Star Trek - I am a closet trekkie.
Max Headroom - Eh, he had a cool voice and dark sci-fi.
Awful, no excuse that we were entertained
Family Matters - even at the time I knew each episode was a waste of my abundance of free time. What a career killer for everyone on that show, too.
Blossom - an annoying, slightly rebellious but overall good girl. This would be a reality show today set in Kansas. Also it would make you hurl your TV out the window.
The '80s were really a fantastic era of music and art and pop culture. A few fantastic successes with an enormous amount of colossally stupid attempts at success. But even these failures point to either great creativity or the most lax standards we've seen in broadcasting.
In the '90s apartment sitcoms took over, Seinfeld, Friends, and such. Writing and acting began to move towards high production values with ER and all the shows it inspired. The result was a sort of Hollywood product imitating real life.
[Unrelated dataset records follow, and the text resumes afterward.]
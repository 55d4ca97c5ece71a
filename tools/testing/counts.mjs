// How many tests passed and failed, read from what each runner leaves behind. Skipped is failed: nothing is skipped.

/** The sum over parts. */
export function addUp(counts) {
  return counts.reduce(
    (sum, {passed, failed}) => ({passed: sum.passed + passed, failed: sum.failed + failed}),
    {passed: 0, failed: 0},
  );
}

export function describeCounts({passed, failed}) {
  return `${passed} passed, ${failed} failed`;
}

/** A runner that ended badly without naming a failed test (a crash, a file that does not load) failed once. */
export function withExitCode(counts, code) {
  return code !== 0 && counts.failed === 0 ? {...counts, failed: 1} : counts;
}

/** From Karma's last progress line, `Executed 7 of 9 (1 FAILED) (skipped 1)`; a test that did not run failed. */
export function countKarma(output) {
  const lines = [...output.matchAll(/Executed (\d+) of (\d+)([^\n\r]*)/g)];
  const last = lines.at(-1);
  if (!last) return {passed: 0, failed: 0};
  const [, executed, planned, rest = ''] = last;
  const failed = Number(/\((\d+) FAILED\)/.exec(rest)?.[1] ?? 0);
  // Karma counts skipped ones neither as executed nor as failed.
  return {passed: Number(executed) - failed, failed: failed + Number(planned) - Number(executed)};
}

/** From the statistics of Playwright's JSON report; a flaky test is one that failed. */
export function countPlaywright({stats, errors = []}) {
  const failed = stats.unexpected + stats.flaky + stats.skipped;
  return {passed: stats.expected, failed: failed > 0 ? failed : Math.min(errors.length, 1)};
}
Now the 2000s have taken this to an even greater degree. Shows like The Wire, Madmen, The Sopranos, and Breaking Bad are closer to being a weekly movie than a TV show. More detail, more development in plot. Now '80s shows seem like a cheap 10-cent peep show in comparison.
My final thoughts is I love to think of these riduculous shows the '80s offered but in reality I think I wouldn't like to go through it again. Then again, I'd trade for them any day to get rid of all the reality shows, except Hard Knocks of course.